Many still ponder on former IOC President, Juan Antonio Samaranch’s appeal towards the end of the last millennium, for existing world records to be dumped and usher in a new set of records at the start of the next century.
What was it that Samaranch knew about these records that he felt compelled to call for them to be cast aside?
Was Samaranch aware of the depths to which sport had sunk in terms of the use of performance-enhancing substances and techniques that he wanted the world to forget everything achieved up to that time?
 
Human achievement
There are many who now seem to think that the use of performance-enhancing drugs is a necessity since it allows us to see just what mankind is capable of achieving. They have taken the concepts of higher, faster, stronger, to mean attainable by whatever means necessary.

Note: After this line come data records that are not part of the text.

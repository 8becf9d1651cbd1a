//! The drift forecast of a state that varies in more than one coordinate:
//! a stratified disk on `[R, z]` or `[r, theta]` (and the 3D layouts with a
//! φ axis, reduced to their meridional plane: the state does not vary
//! along φ), a disk or a sphere on Cartesian axes `[x, y]`, `[x, z]`,
//! `[x, y, z]`. The cell values are sampled the way the file holds them,
//! the unsplit finite-volume residual of [`super::unsplit`] is applied to
//! them at the grid's resolution and with every cell split in 2 and in 4
//! along every axis.
//!
//! The largest acceleration of each resolution is taken over the same
//! region: the cells of the unrefined grid (or block) but the two next to
//! each end of every axis.
//!
//! Cost: the refinements run on the whole grid when its ×4 refinement has
//! at most [`REFINED_CELLS`] cells; otherwise on a block of the grid's own
//! cells around the largest acceleration at the grid's resolution (found
//! on the whole grid, when it has at most [`WHOLE_CELLS`] cells), and the
//! output says which block. In a build (the forecast recorded in the
//! file) both limits are the plane's own cells / 8, within
//! [`BUILD_CELLS_MIN`] and [`REFINED_CELLS`], so the forecast costs a small
//! part of the build (it samples the plane again, 21 or 73 times a block);
//! the block then sits at the centre, and `check` says more.
//!
//! Owns: the plane a state is evaluated on, the blocks, the sampling of
//! the levels. Does not own: the arithmetic (`unsplit`) or the verdict
//! text (`text`).

use super::unsplit::{self, Cells, Metric};
use super::{refine, DriftError, Inputs, Level, Scheme, REFINEMENTS};
use crate::background::{Frame, StateBlock, Want, LANES};
use crate::grid::{Axis, Grid, Layout};
use crate::sample::gauss::NodeFamily;
use crate::sample::{self, SamplingRule};

/// The most cells the ×4 refinement may have.
pub const REFINED_CELLS: usize = 1 << 16;
/// The most cells evaluated at the grid's own resolution.
pub const WHOLE_CELLS: usize = 1 << 20;
/// The least of a build's limits (a plane of 32 x 16 cells is still
/// refined whole).
pub const BUILD_CELLS_MIN: usize = 1 << 13;

/// The plane (or box) a state is evaluated on: its metric and the grid
/// axes it keeps.
pub(super) struct Plan {
    metric: Metric,
    axes: Vec<usize>,
}
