//! The build pipeline shared by the commands: profile → model → background
//! → sampled fields → document, with the cautions a user must see.
//!
//! Owns: choosing the domain and knots from the grid, running the closure
//! and sampler, the stability cautions, and assembling the metadata. Does
//! not own: command-line parsing or file formats.

mod faces;
pub use faces::{group_name as face_group, STAGGERED};

use std::path::Path;

use crate::background::{Background, Frame, Shape};
use crate::closure::{self, show, ClosureError, Domain, Solved};
use crate::fields::{slab_ranges, FieldSet, FieldSpec, Slab};
use crate::grid::{Grid, Layout};
use crate::keys::Keyed;
use crate::output::{GroupPlan, H5Stream, Metadata, OutputError, Precision};
use crate::perturb::report::{alone_json, Alone, Peaks};
use crate::perturb::Perturbations;
use crate::profile::{Loaded, ProfileError};
use crate::sample::{self, Cuts, GasConstants, SampleError, Sampler, SamplingRule};
use crate::torus::Torus;

/// Anything that can stop a command.
#[derive(Debug, thiserror::Error)]
#[non_exhaustive]
pub enum Error {
    /// The profile is wrong.
    #[error("{0}")]
    Profile(#[from] ProfileError),
    /// No equilibrium, or laws missing.
    #[error("{source_label}: {error}")]
    Closure {
        source_label: String,
        error: ClosureError,
    },
    /// Sampling met a bad value.
    #[error("{source_label}: {error}")]
    Sample {
        source_label: String,
        error: SampleError,
    },
    /// A perturbation cannot be set up.
    #[error("{source_label}: {error}")]
    Perturb {
        source_label: String,
        error: crate::perturb::PerturbError,
    },
    /// Writing failed.
    #[error("{0}")]
    Output(#[from] OutputError),
    /// Anything else the user got wrong on the command line.
    #[error("{0}")]
    Usage(String),
    /// A build that would not fit on the disk or in memory, refused before
    /// it starts (see [`crate::estimate`]).
    #[error("{0}")]
    Refused(String),
}

impl Error {
    /// A closure error, labelled with the profile it came from.
    pub fn closure(loaded: &Loaded, error: ClosureError) -> Error {
        Error::Closure {
            source_label: loaded.source.clone(),
            error,
        }
    }
}

/// The domain the background must cover for a grid holding a state of
/// `frame`: the range of the frame's line coordinate, with the cell edges
/// along it as knots.
pub fn domain_for(grid: &Grid, frame: Frame) -> Domain {
    let (lo, hi) = grid.background_range(frame);
    let along = line_axis(grid, frame);
    let knots = match along {
        Some(a) => grid.axes()[a].edges.clone(),
        None => {
            let n = 2 * grid.shape().iter().copied().max().unwrap_or(1);
            (0..=n)
                .map(|i| lo + (hi - lo) * i as f64 / n as f64)
                .collect()
        }
    };
    // The axis R = 0 (or the centre r = 0) may bound or cross the grid, but
    // no cell centre or Gauss point lies on it.
    let axis_at_lo = lo <= 0.0 && frame != Frame::Slab;
    Domain {
        lo,
        hi,
        knots,
        axis_at_lo,
        height: grid.height_range(frame),
    }
}

/// The grid axis that runs along the frame's line coordinate itself, if any
/// (the slab axis, the r axis of a spherical grid holding a sphere, the R
/// axis of a cylindrical grid holding a disk).
fn line_axis(grid: &Grid, frame: Frame) -> Option<usize> {
    match (frame, grid.layout()) {
        (Frame::Slab, _) => Some(grid.slab_axis()),
        (_, Layout::Line(_) | Layout::Polar | Layout::Meridional | Layout::Cylindrical) => Some(0),
        (Frame::Spherical, Layout::SphericalMeridional | Layout::Spherical) => Some(0),
        _ => None,
    }
}

/// Cell centres along the frame's line coordinate (for tables and the
/// discrete imbalance): the centres of the axis that runs along it, else
/// the positive centres of the first axis (x on a Cartesian grid, r on a
/// spherical grid holding a disk).
pub fn centres_for(grid: &Grid, frame: Frame) -> Vec<f64> {
    match line_axis(grid, frame) {
        Some(a) => grid.axes()[a].centers(),
        None => grid
            .natural_axis(0)
            .centers()
            .into_iter()
            .filter(|x| *x > 0.0)
            .collect(),
    }
}

/// Solve the profile's closure over its grid, refusing a state that is no
/// equilibrium somewhere (for `build`).
pub fn solve(loaded: &Loaded) -> Result<(Solved, Domain), Error> {
    let domain = domain_for(&loaded.grid, loaded.model.shape.frame());
    let bg = closure::solve(&loaded.model, &domain).map_err(|e| Error::closure(loaded, e))?;
    Ok((bg, domain))
}

/// Solve the profile's closure over its grid without refusing a state that
/// is no equilibrium somewhere, so that `check` can report where and `table`
/// can print the rows that exist.
pub fn solve_unverified(loaded: &Loaded) -> Result<(Solved, Domain), Error> {
    let domain = domain_for(&loaded.grid, loaded.model.shape.frame());
    let bg =
        closure::solve_unverified(&loaded.model, &domain).map_err(|e| Error::closure(loaded, e))?;
    Ok((bg, domain))
}

/// What rounding to float32 does to the balance: the discrete imbalance
/// at the cell centres (as `check` computes it) from the values as a
/// float32 file holds them, against the same from float64. Rounding that
/// raises it more than twofold destroys the balance the file should carry.
fn single_precision_caution(loaded: &Loaded, bg: &dyn Background) -> String {
    let shape = loaded.model.shape;
    let centres = centres_for(&loaded.grid, shape.frame());
    let double = crate::check::discrete_imbalance(shape, bg, &centres);
    let single = crate::check::discrete_imbalance_single(shape, bg, &centres);
    let s = loaded.model.coordinate();
    match (double, single) {
        (Some((d, _)), Some((f, at))) if f.is_finite() && d.is_finite() && f > 2.0 * d => format!(
            "{}: rounding to float32 raises the discrete imbalance of the balance from {d:.3e} \
             (float64) to {f:.3e} (largest at {s} = {}): the rounding destroys the balance, and a \
             scheme without well-balancing sees it as a spurious force {:.0}x its own truncation \
             error; write double precision (output.precision: \"double\") to keep the balance",
            crate::output::SINGLE_PRECISION_CAUTION,
            crate::closure::show(at),
            f / d.max(f64::MIN_POSITIVE)
        ),
        (Some((d, _)), Some((f, _))) => format!(
            "{}: here rounding to float32 leaves the discrete imbalance at {f:.3e} against \
             {d:.3e} in float64 (the discretisation error dominates)",
            crate::output::SINGLE_PRECISION_CAUTION
        ),
        _ => crate::output::SINGLE_PRECISION_CAUTION.to_string(),
    }
}

/// Each perturbation of the profile bound alone to `bg` and sampled at the
/// cell centres, with its peaks relative to the background (see
/// [`Peaks`]): what `check` prints and a build records beside the discrete
/// imbalance. Memory is bounded by a slab of about 65 536 cells; an error
/// (a perturbation that cannot be bound, a non-positive ρ or P) is that
/// perturbation's entry.
pub fn perturbations_alone(loaded: &Loaded, bg: &dyn Background) -> Vec<Result<Alone, Error>> {
    let gas = gas_constants(loaded);
    let gamma = loaded.model.gamma;
    let grid = &loaded.grid;
    let shape = grid.shape();
    let per_row: usize = shape[1..].iter().product::<usize>().max(1);
    let rows = (65_536 / per_row).max(1);
    let label = |e| Error::Sample {
        source_label: loaded.source.clone(),
        error: e,
    };
    loaded
        .perturbations
        .iter()
        .map(|p| {
            let one = Perturbations::bind(std::slice::from_ref(p), &loaded.model, grid, bg)
                .map_err(|error| Error::Perturb {
                    source_label: loaded.source.clone(),
                    error,
                })?;
            let sampler = Sampler::new(bg, grid, &sample::SamplingRule::Center, &gas)
                .map_err(label)?
                .perturbed(&one);
            let groups = sampler.groups();
            let (nb, ns) = (groups[0].1.len(), groups[1].1.len());
            let mut peaks = Peaks::new(gamma);
            for r in slab_ranges(shape[0], rows) {
                let slab = sampler.slab(r).map_err(label)?;
                peaks.update(
                    &groups[0].1,
                    &slab.data[..nb],
                    &groups[2].1,
                    &slab.data[nb + ns..],
                );
            }
            Ok(Alone {
                origin: p.origin.clone(),
                kind: p.kind_name(),
                peaks,
            })
        })
        .collect()
}

/// The drift forecast of the background on the profile's grid and rule
/// (see [`crate::drift`]), against `amplitude` when given, else against the
/// largest peak of the profile's perturbations (each sampled alone).
/// `in_build`: the forecast a build records, bounded to a small part of the
/// build's cost on a plane or box.
pub fn drift_forecast(
    loaded: &Loaded,
    bg: &dyn Background,
    domain: &Domain,
    amplitude: Option<f64>,
    alone: &[Alone],
    in_build: bool,
) -> Result<crate::drift::Drift, crate::drift::DriftError> {
    let at = domain
        .switches(&loaded.model)
        .iter()
        .map(|w| w.at)
        .collect();
    forecast_with(
        loaded,
        bg,
        at,
        &loaded.sampling,
        amplitude,
        alone,
        in_build,
        None,
    )
}

/// The drift forecast of a torus (see [`drift_forecast`]): cells whose
/// stencil reaches the floor are left out. Cell averages to a tolerance
/// are taken at the points the file's grid resolves them to (`resolved`,
/// else resolved here): the torus's surface is a kink no switch point
/// marks, and resolving it again on every refined grid is slow.
pub fn torus_drift_forecast(
    loaded: &Loaded,
    torus: &crate::torus::Torus,
    amplitude: Option<f64>,
    alone: &[Alone],
    in_build: bool,
    resolved: Option<usize>,
) -> Result<crate::drift::Drift, crate::drift::DriftError> {
    let outside = |r: f64, z: f64| torus.floored(r, z);
    let rule = match loaded.sampling {
        SamplingRule::AverageTo { tolerance, start } => SamplingRule::Average {
            points: match resolved {
                Some(p) => p,
                None => {
                    let cuts = Cuts {
                        coordinate: loaded.model.shape.coordinate().to_string(),
                        at: Vec::new(),
                    };
                    let gas = gas_constants(loaded);
                    sample::resolve_tolerance_with(
                        torus,
                        &loaded.grid,
                        tolerance,
                        start,
                        &gas,
                        &cuts,
                        None,
                    )?
                    .points
                }
            },
        },
        rule => rule,
    };
    forecast_with(
        loaded,
        torus,
        Vec::new(),
        &rule,
        amplitude,
        alone,
        in_build,
        Some(&outside),
    )
}

#[allow(clippy::too_many_arguments)]
fn forecast_with(
    loaded: &Loaded,
    bg: &dyn Background,
    switches: Vec<f64>,
    rule: &SamplingRule,
    amplitude: Option<f64>,
    alone: &[Alone],
    in_build: bool,
    outside: Option<&(dyn Fn(f64, f64) -> bool + Sync)>,
) -> Result<crate::drift::Drift, crate::drift::DriftError> {
    let cuts = Cuts {
        coordinate: loaded.model.shape.coordinate().to_string(),
        at: switches,
    };
    let amplitude = match amplitude {
        Some(a) => Some((a, "--amplitude".to_string())),
        None => alone
            .iter()
            .map(|a| {
                (
                    a.peaks.largest(),
                    format!("the largest peak of {} ({})", a.origin, a.kind),
                )
            })
            .filter(|a| a.0.is_finite() && a.0 > 0.0)
            .max_by(|a, b| a.0.total_cmp(&b.0)),
    };
    let forcing = crate::forcing::Forcing::of(&loaded.model).ok().flatten();
    let inputs = crate::drift::Inputs {
        model: &loaded.model,
        bg,
        grid: &loaded.grid,
        rule,
        gas: gas_constants(loaded),
        cuts: &cuts,
        forcing: forcing.as_ref().map(|f| f as &dyn Background),
        in_build,
        outside,
    };
    crate::drift::forecast(&inputs, amplitude)
}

Could it be that we are at a stage where, as we are doing with technology, our coaches and athletes are prepared to use whatever new substances and techniques they could find to push their bodies to the very limit?
Why would people subject themselves to an orchestrated performance-enhancing regime known to be illegal, unethical and immoral and yet lie through their teeth until everything comes to light, at which point they are ready to lie prostrate before the court of public opinion appealing for forgiveness?
Haven’t we had people wanting to see just how fast a man can run, whether or not he uses performance-enhancing substances and/or techniques?
One wonders to what extent the world is becoming insensitive to the health and well being of those who entertain us on the field of play.
Does it matter to an ever-increasing number of sport enthusiasts that athletes are suddenly dropping dead on and off the field and the medical reports are treated much like secret service reports?
If as we have seen in the case of South Africa, the UK and elsewhere, people are turning to whatever aids in the bulking up process in order to impress coaches and get themselves selected on national representative teams of swooped by professional outfits, how long would it take for this to be adopted in the Caribbean?
How do we prepare ourselves for the obvious challenges ahead in this regard?
Do we simply twiddle our thumbs and wait for the crisis to emerge or do we seek now to take seriously the offerings coming from the local anti doping organisation led by Perry de Freitas?
Today, Vincentians are eagerly adopting the culture of our northern neighbours more than ever before. The Internet and social media networks facilitate this process of what some may call re-culturation as our local culture diminishes and we become part of something that does not originate with us.
Do our parents take time to monitor what their children watch? There is evidence that they are not monitoring what and how they eat given what we are seeing in respect of childhood obesity.
How then do we address the likelihood of our children taking greater interest in bulking themselves up to do better in the sport of choice?